# Friction calls



## corkdecoy (Sep 26, 2007)

Can anyone recommend any custom made box or glass calls that are not out of this world expensive? I am now using a Lynch 102 box call and a Primos Jackpot glass call- both are nice calls, but I like things that are handmade in small one man shops.

Suggestions?


----------



## redhawk808 (Feb 26, 2008)

Contact:
Rod Benson Game Calls 
1050 Mart St.
Muskegon, Michigan 49440-1015
Phone: (231) 726-3661

He might have a Catalog. He is a local michigan turkey call maker..
I have been using his box call (made of sasafrass) for 4 yrs now and it has never failed to call in turkeys for me.
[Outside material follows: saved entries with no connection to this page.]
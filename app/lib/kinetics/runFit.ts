// One fit request -> one result: converts units at the edge, fits the requested rate law
// (the weighted straight line that marks, the unweighted hand line, and the curve fit that
// cross-checks them), compares the other laws, runs the diagnostics and the reference check.
// Shared by the command line, API routes and the browser preview.

import {
  concentrationA,
  finalCA,
  lawFromOrders,
  limitingReagent,
  lineY,
  maxReactedA,
  modelName,
  rateConstantUnit,
  textbookLine,
  type ModelName,
  type RateLaw,
} from "./rateLaws.ts";
import { fromCA, measurementMap, signalMap, type AffineMap } from "./measurement.ts";
import { rateConstantAt } from "./arrhenius.ts";
import {
  checkBeyondAsymptote,
  checkConverged,
  checkCurvature,
  checkFewPoints,
  checkFitsDisagree,
  checkLowConversion,
  checkOrderMismatch,
  checkStraightLineBias,
  checkTimeOrder,
  checkUnitSlip,
  type Flag,
} from "./diagnostics.ts";
import { COMPARISON_TOLERANCE, fitLaw, fitShifted, searchStartOffset, timeOrder, toSI, type LawFit, type RunData } from "./lawFit.ts";
import { chooseNoiseModel, noiseWeights, type NoiseModel } from "./noise.ts";
import { fitNonlinear, type NonlinearFit } from "./nonlinearFit.ts";
import { fitMarkingLine, type MarkingLine } from "./markingLine.ts";
import { linearise, type CurveLinearisation } from "./curveJacobian.ts";
import { findOutlier } from "./outliers.ts";
import { checkFeed, formatFactor, likelyCause, type FeedFinding } from "./feedCheck.ts";
import { candidateLaws, compare, type FittedCandidate, type LawComparison, type OrderComparison } from "./orderComparison.ts";
import { runsTest, confidenceInterval } from "./statistics.ts";
import jStat from "jstat";
import { celsiusToKelvin, molPerLitrePer, secondsPer, type ConcentrationUnit, type TimeUnit } from "./units.ts";
import type { FitRequest } from "./request.ts";
import { fitSignalStart } from "./signalStart.ts";

export type { LawComparison, OrderComparison };

/** Marking tolerance when the request gives none: published k scatter 20-30 % (common practice, no source). */
export const DEFAULT_TOLERANCE_PCT = 20;
const CURVE_POINTS = 61;
/** level of the F-test that accepts a free start offset (a rule of this engine) */
export const START_OFFSET_P = 0.01;
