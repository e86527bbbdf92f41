// `npm run db:stop` : stops the project-local PostgreSQL cluster.
import { stopLocalCluster } from "./lib/postgres";
stopLocalCluster();
console.log("[db] stopped");
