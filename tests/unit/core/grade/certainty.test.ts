// The certainty rules of METHODS.md §8, each with its published source.
import { describe, expect, it } from "vitest";
import {
  directCertainty,
  dominantLoop,
  imprecisionSuggestion,
  incoherenceSuggestion,
  indirectCertainty,
  networkCertainty,
  rateDown,
  riskOfBiasSuggestion,
} from "#core/grade/certainty";
import { unexplainedDepartures } from "#core/grade/judgement";
import { suggestedLevels } from "#core/nma/risk-of-bias";

const none = { levels: 0 as const, reason: "" };

describe("direct estimates (Puhan et al., BMJ 2014;349:g5630, step 1)", () => {
  it("start high for randomised trials", () => {
    expect(directCertainty({ riskOfBias: none, inconsistency: none, indirectness: none, publicationBias: none })).toBe("high");
  });

  it("go down one level per level in each domain, never below very low", () => {
    const one = { levels: 1 as const, reason: "unclear allocation concealment" };
    expect(directCertainty({ riskOfBias: one, inconsistency: none, indirectness: none, publicationBias: none })).toBe("moderate");
    expect(directCertainty({ riskOfBias: one, inconsistency: one, indirectness: none, publicationBias: none })).toBe("low");
    const two = { levels: 2 as const, reason: "high risk of bias" };
    expect(directCertainty({ riskOfBias: two, inconsistency: two, indirectness: one, publicationBias: none })).toBe("very_low");
    expect(rateDown("low", 5)).toBe("very_low");
  });
});

describe("indirect estimates (Puhan et al. 2014, step 2)", () => {
  // Direct variances of a small network: A–C 0.04, C–B 0.05 (sum 0.09); A–D 0.01, D–B 0.10 (sum 0.11).
  const variances: Record<string, number> = { "A|C": 0.04, "B|C": 0.05, "A|D": 0.01, "B|D": 0.1 };
  const directVariance = (x: string, y: string) => variances[[x, y].sort().join("|")] ?? null;

  it("come from the first-order loop with the smallest sum of direct variances", () => {
    expect(dominantLoop("A", "B", ["A", "B", "C", "D"], directVariance)).toEqual({ via: "C", first: ["A", "C"], second: ["C", "B"] });
  });

  it("have no loop when no treatment shares direct evidence with both", () => {
    expect(dominantLoop("A", "B", ["A", "B", "E"], directVariance)).toBeNull();
  });

  it("take the lower certainty of the loop's two direct estimates, then intransitivity", () => {
    expect(indirectCertainty("high", "moderate", none)).toBe("moderate");
    expect(indirectCertainty("high", "moderate", { levels: 1, reason: "older trials used lower doses" })).toBe("low");
  });
});

describe("network estimates (Brignardello-Petersen et al., J Clin Epidemiol 2018;93:36–44)", () => {
  it("take the higher of the direct and indirect certainties", () => {
    expect(networkCertainty({ direct: "low", indirect: "moderate", incoherence: none, imprecision: none })).toBe("moderate");
  });

  it("take the dominant source where the analyst says one dominates", () => {
    expect(networkCertainty({ direct: "low", indirect: "moderate", dominant: "direct", incoherence: none, imprecision: none })).toBe("low");
  });

  it("use the only source there is, and wait for a judgement when there is none", () => {
    expect(networkCertainty({ direct: null, indirect: "low", incoherence: none, imprecision: none })).toBe("low");
    expect(networkCertainty({ direct: null, indirect: null, incoherence: none, imprecision: none })).toBeNull();
  });

  it("go down by the confirmed incoherence and imprecision levels", () => {
    expect(networkCertainty({ direct: "high", indirect: "moderate", incoherence: { levels: 1, reason: "" }, imprecision: { levels: 2, reason: "" } })).toBe("very_low");
  });
});

describe("suggestions", () => {
  it("rate down one level for incoherence when p < 0.05 (Brignardello-Petersen et al. 2018)", () => {
    expect(incoherenceSuggestion({ z: 2.2, p: 0.028 }).levels).toBe(1);
    expect(incoherenceSuggestion({ z: 1.5, p: 0.13 }).levels).toBe(0);
    expect(incoherenceSuggestion(null).levels).toBe(0);
  });

  it("rate down for imprecision by the thresholds the CI crosses (Brignardello-Petersen et al., J Clin Epidemiol 2021;139:49–56)", () => {
    const thresholds = { small: 0.1, moderate: 0.3, large: 0.6 };
    expect(imprecisionSuggestion({ lower: 0.35, upper: 0.55 }, thresholds).levels).toBe(0);
    expect(imprecisionSuggestion({ lower: 0.2, upper: 0.5 }, thresholds).levels).toBe(1);
    expect(imprecisionSuggestion({ lower: 0.05, upper: 0.5 }, thresholds).levels).toBe(2);
    expect(imprecisionSuggestion({ lower: -0.4, upper: 0.7 }, thresholds).levels).toBe(2);
  });

  it("use the line of no effect when the outcome has no thresholds (minimally contextualised)", () => {
    const noThresholds = { small: null, moderate: null, large: null };
    expect(imprecisionSuggestion({ lower: -0.1, upper: 0.4 }, noThresholds)).toEqual({
      levels: 1,
      because: { key: "certainty.imprecision.crossesNull", values: { count: 1 } },
    });
    expect(imprecisionSuggestion({ lower: 0.1, upper: 0.4 }, noThresholds).levels).toBe(0);
  });
});

describe("assessing every comparison of an outcome (METHODS.md §8)", async () => {
  const { assessCertainty } = await import("#core/grade/assess");
  const { analyse } = await import("#core/nma/analyse");
  const { parseDataset } = await import("#core/nma/parse");
  const { pairKey } = await import("#core/nma/pairs");
  // The hand-worked triangle of tests/unit/core/nma/worked-example.test.ts: every pair has direct evidence.
  const csv = "study,treatment1,treatment2,estimate,se\nS1,B,A,1.0,0.5\nS2,C,A,2.0,0.5\nS3,C,B,0.5,1.0\n";
  const result = analyse(parseDataset(csv, "contrast"), { measure: "MD", model: "fixed", reference: "A", better: "higher" });
  const thresholds = { small: null, moderate: null, large: null };
  const clean = { riskOfBias: none, inconsistency: none, indirectness: none, publicationBias: none };
  const oneDown = { ...clean, riskOfBias: { levels: 1 as const, reason: "open-label trial" } };

  it("lists every part as pending before any judgement", () => {
    const [first] = assessCertainty(result, new Map(), thresholds);
    expect(first!.pending).toEqual(["direct", "indirect", "incoherence", "imprecision"]);
    expect(first!.network).toBeNull();
  });

  it("derives indirect certainty from the loop's direct judgements and the network certainty from the decisions", () => {
    const judgements = new Map([
      [pairKey("A", "B"), { direct: clean, incoherence: { levels: 0, reason: "" }, imprecision: { levels: 0, reason: "" } }],
      [pairKey("A", "C"), { direct: clean }],
      [pairKey("B", "C"), { direct: oneDown }],
    ]);
    const ab = assessCertainty(result, judgements, thresholds).find((c) => c.treatment === "A" && c.comparator === "B")!;
    expect(ab.direct).toBe("high");
    expect(ab.indirectVia).toBe("C");
    expect(ab.indirect).toBe("moderate"); // the lower of A–C (high) and C–B (moderate)
    expect(ab.network).toBe("high"); // the higher of direct and indirect, nothing confirmed against it
    expect(ab.pending).toEqual([]);
  });
});

describe("the risk-of-bias suggestion (METHODS.md §13, common practice)", () => {
  const shares = (low: number, someConcerns: number, high: number, notAssessed: number) => {
    const s = { low, someConcerns, high, notAssessed };
    return { ...s, suggestedLevels: suggestedLevels(s) };
  };

  it("rates down by the level carrying the largest share of the weight", () => {
    expect(riskOfBiasSuggestion(shares(0.6, 0.3, 0.1, 0))).toEqual({ levels: 0, because: { key: "certainty.riskOfBias.low", values: { share: 60 } } });
    expect(riskOfBiasSuggestion(shares(0.2, 0.5, 0.3, 0))?.levels).toBe(1);
    expect(riskOfBiasSuggestion(shares(0.1, 0.2, 0.4, 0.3))).toEqual({ levels: 2, because: { key: "certainty.riskOfBias.high", values: { share: 40 } } });
  });

  it("gives a tie to the worse level", () => {
    expect(riskOfBiasSuggestion(shares(0.5, 0.5, 0, 0))?.levels).toBe(1);
    expect(riskOfBiasSuggestion(shares(0.4, 0.2, 0.4, 0))?.levels).toBe(2);
  });

  it("suggests nothing when more than half of the weight is not assessed, or there are no shares", () => {
    expect(riskOfBiasSuggestion(shares(0.2, 0.1, 0.1, 0.6))).toBeNull();
    expect(riskOfBiasSuggestion(shares(0.5, 0, 0, 0.5))?.levels).toBe(0);
    expect(riskOfBiasSuggestion(null)).toBeNull();
  });

  it("lets a confirmed suggestion stand without a reason, and asks for one to depart from it", () => {
    const suggestion = riskOfBiasSuggestion(shares(0.1, 0.2, 0.7, 0));
    const current = { suggestions: { incoherence: { levels: 0, because: { key: "", values: {} } }, imprecision: { levels: 0, because: { key: "", values: {} } }, riskOfBias: suggestion } };
    const direct = (levels: 0 | 1 | 2, reason: string) => ({ direct: { riskOfBias: { levels, reason }, inconsistency: none, indirectness: none, publicationBias: none } });
    expect(unexplainedDepartures(direct(2, ""), current)).toEqual([]);
    expect(unexplainedDepartures(direct(1, ""), current)).toEqual(["riskOfBias"]);
    expect(unexplainedDepartures(direct(1, "Blinded outcome assessment in the largest trial"), current)).toEqual([]);
    // Without a suggestion, rating down needs its reason as in every direct domain.
    expect(unexplainedDepartures(direct(1, ""), { suggestions: { ...current.suggestions, riskOfBias: null } })).toEqual(["riskOfBias"]);
  });
});
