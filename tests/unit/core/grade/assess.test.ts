// A certainty for every comparison of a connected network, also for the pairs no trial compared
// (METHODS.md §8 steps 4 and 5), on the invented six-option network of tests/support/six-options.ts.
import { describe, expect, it } from "vitest";
import { assessCertainty, type ComparisonJudgement } from "#core/grade/assess";
import { certaintyPath } from "#core/grade/path";
import { analyse } from "#core/nma/analyse";
import { parseDataset } from "#core/nma/parse";
import { pairKey } from "#core/nma/pairs";
import { indirectOnlyPairs, sixOptionsCsv, withoutLoop } from "#tests/support/six-options";

const result = analyse(parseDataset(Buffer.from(sixOptionsCsv), "arm-binary"), { measure: "OR", model: "fixed", reference: "placebo", better: "higher", draws: 200 });
const none = { levels: 0 as const, reason: "" };
const clean = { riskOfBias: none, inconsistency: none, indirectness: none, publicationBias: none };
const thresholds = { small: null, moderate: null, large: null };
const key = (a: string, b: string) => [a, b].sort().join("|");

/** As an analyst confirming the suggestions: direct evidence judged clean except where said, incoherence and imprecision as suggested. */
function judge(extra: (pair: string) => Partial<ComparisonJudgement> = () => ({})) {
  const first = assessCertainty(result, new Map(), thresholds);
  return new Map(
    first.map((c) => [
      pairKey(c.treatment, c.comparator),
      {
        ...(c.pending.includes("direct") ? { direct: key(c.treatment, c.comparator) === "beta|delta" ? { ...clean, riskOfBias: { levels: 1 as const, reason: "Open-label (invented)." } } : clean } : {}),
        incoherence: { levels: c.suggestions.incoherence.levels, reason: "" },
        imprecision: { levels: c.suggestions.imprecision.levels, reason: "" },
        ...extra(key(c.treatment, c.comparator)),
      } satisfies ComparisonJudgement,
    ]),
  );
}

describe("pairs that no trial compared (METHODS.md §8 step 4)", () => {
  it("the network has fifteen pairs, nine of them wholly indirect", () => {
    expect(result.comparisons).toHaveLength(15);
    expect(result.comparisons.filter((c) => c.direct === null).map((c) => key(c.treatment, c.comparator)).sort()).toEqual(indirectOnlyPairs);
  });

  it("take their indirect certainty from the dominant first-order loop, and need no incoherence judgement", () => {
    const assessed = assessCertainty(result, judge(), thresholds);
    const alphaDelta = assessed.find((c) => key(c.treatment, c.comparator) === "alpha|delta")!;
    expect(alphaDelta.direct).toBeNull();
    expect(alphaDelta.indirectVia).toBe("beta");
    // The lower of alpha–beta (high) and beta–delta (moderate: one level down for risk of bias).
    expect(alphaDelta.indirect).toBe("moderate");
    expect(alphaDelta.pending).toEqual([]);
    expect(alphaDelta.network).not.toBeNull();
  });

  it("without a first-order loop wait for the analysts' rating, then every one of the fifteen has a certainty", () => {
    const before = assessCertainty(result, judge(), thresholds);
    expect(before.filter((c) => c.network === null).map((c) => key(c.treatment, c.comparator)).sort()).toEqual(withoutLoop);
    expect(before.filter((c) => c.network === null).every((c) => c.pending.join() === "indirect" && c.indirectVia === null)).toBe(true);

    const set = (pair: string) => (withoutLoop.includes(pair) ? { indirectRating: { rating: "low" as const, reason: "From the path through two other options (invented)." } } : {});
    const after = assessCertainty(result, judge(set), thresholds);
    expect(after.filter((c) => c.network === null)).toEqual([]);
    const deltaEpsilon = after.find((c) => key(c.treatment, c.comparator) === "delta|epsilon")!;
    expect(deltaEpsilon.indirect).toBe("low");
  });
});

describe("the path a reader can add up (METHODS.md §8 step 5)", () => {
  const assessed = assessCertainty(result, judge((pair) => (pair === "alpha|delta" ? { imprecision: { levels: 2, reason: "Crosses the line of no effect widely (invented)." } } : {})), thresholds);
  const directOf = (x: string, y: string) => assessed.find((c) => key(c.treatment, c.comparator) === key(x, y))?.direct ?? null;

  it("for a wholly indirect pair: no direct certainty, the loop and its two sides, the indirect start, the network's steps", () => {
    const c = assessed.find((x) => key(x.treatment, x.comparator) === "alpha|delta")!;
    const path = certaintyPath(c, directOf)!;
    expect(path.direct).toBeNull();
    const sides = c.treatment === "alpha" ? ["high", "moderate"] : ["moderate", "high"];
    expect(path.indirect).toEqual({ rating: "moderate", via: "beta", sides, steps: [], reason: null });
    expect(path.took).toBe("indirect");
    expect(path.steps).toEqual([{ domainKey: "certainty.domain.imprecision", levels: 2 }]);
    // Moderate, two levels down: very low. The steps add up to the published rating.
    expect(path.rating).toBe("very_low");
  });

  it("for a pair with both: the direct steps, and the higher of the two taken", () => {
    const c = assessed.find((x) => key(x.treatment, x.comparator) === "beta|delta")!;
    const path = certaintyPath(c, directOf)!;
    expect(path.direct).toEqual({ rating: "moderate", steps: [{ domainKey: "certainty.domain.riskOfBias", levels: 1 }] });
    expect(path.indirect).toBeNull(); // beta–delta has no indirect evidence: delta is joined to beta alone
    expect(path.took).toBe("direct");
    expect(path.rating).toBe(c.network);
  });
});
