// "The studies that matter most for this comparison" (METHODS.md §13): each study's importance in
// words first with its number beside, and its risk of bias in words. Importances are the loss of
// precision without the study (Rücker et al. 2020), not shares: the page says so.
import { useTranslation } from "react-i18next";
import type { ComparisonOutcomeView } from "#core/publication/brief-page";
import { riskOfBiasShareKey } from "#core/nma/risk-of-bias";
import { useIntl } from "../i18n";
import { Term } from "../Term";

/** Our own bands, in plain words (docs/methods.md): how much less precise the estimate would be without the study. */
export function importanceWords(value: number): "only" | "much" | "noticeably" | "somewhat" | "slightly" {
  if (value >= 1 - 1e-9) return "only";
  if (value >= 0.5) return "much";
  if (value >= 0.2) return "noticeably";
  if (value >= 0.05) return "somewhat";
  return "slightly";
}


export function ImportantStudies({ outcome }: { outcome: ComparisonOutcomeView }) {
  const { t } = useTranslation();
  const intl = useIntl();
  const id = `outcome-${outcome.index + 1}-studies`;
  return (
    <section aria-labelledby={id} className="mt-8" data-testid="important-studies">
      <h3 id={id} className="text-xl font-semibold">{t("compare.studies.heading")}</h3>
      {outcome.importance === null ? (
        <p className="mt-2 text-muted">{t("compare.studies.notComputed")}</p>
      ) : outcome.importance.length === 0 ? (
        <p className="mt-2 text-muted">{t("compare.studies.none")}</p>
      ) : (
        <>
          <p className="mt-2">{t("compare.studies.intro")}</p>
          <div className="mt-3 overflow-x-auto">
            <table className="w-full font-sans text-sm">
              <thead>
                <tr className="border-b border-ink">
                  <th scope="col" className="py-2 pe-4 text-start">{t("compare.studies.study")}</th>
                  <th scope="col" className="py-2 pe-4 text-start">{t("compare.studies.withoutIt")}</th>
                  <th scope="col" className="py-2 text-start"><Term term="risk-of-bias">{t("compare.studies.riskOfBias")}</Term></th>
                </tr>
              </thead>
              <tbody>
                {outcome.importance.map((study) => (
                  <tr key={study.study} className="border-b border-rule align-top">
                    <th scope="row" className="py-2 pe-4 text-start font-semibold">{study.study}</th>
                    <td className="py-2 pe-4">
                      {t(`compare.studies.words.${importanceWords(study.value)}`)}{" "}
                      <span className="text-muted tabular-nums">({t("compare.studies.value", { value: study.value >= 0.1 ? intl.number(study.value, 2) : intl.precise(study.value, 2) })})</span>
                    </td>
                    <td className="py-2">{outcome.judged ? t(`riskOfBias.level.${riskOfBiasShareKey(study.riskOfBias)}`) : t("riskOfBias.noJudgements")}</td>
                  </tr>
                ))}
              </tbody>
            </table>
          </div>
          <p className="mt-2 font-sans text-xs text-muted">{t("compare.studies.notPercentages")}</p>
        </>
      )}
    </section>
  );
}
Son has gotton 3 in the last 4 yrs..This year he missed out. He had senior PROM to go to , so he had only one day to hunt..Called in 2 TOMS and 4 Jakes but no shots...
My season started today...But will try to get out this weekend..
Good Luck..


----------



## Yelp softly (Apr 22, 2008)

Woodhaven isn't quite a 1 man shop, but they make the best calls in the business. Anyone that attends calling contests on a regular basis has heard someone win with a Woodhaven. They have a website, just Google Woodhaven calls. You can get an incredible call that rivals any custom job for about $70.


----------



## corkdecoy (Sep 26, 2007)

Thanks for the suggestions! Good luck with your turkey seasons.
Jim


----------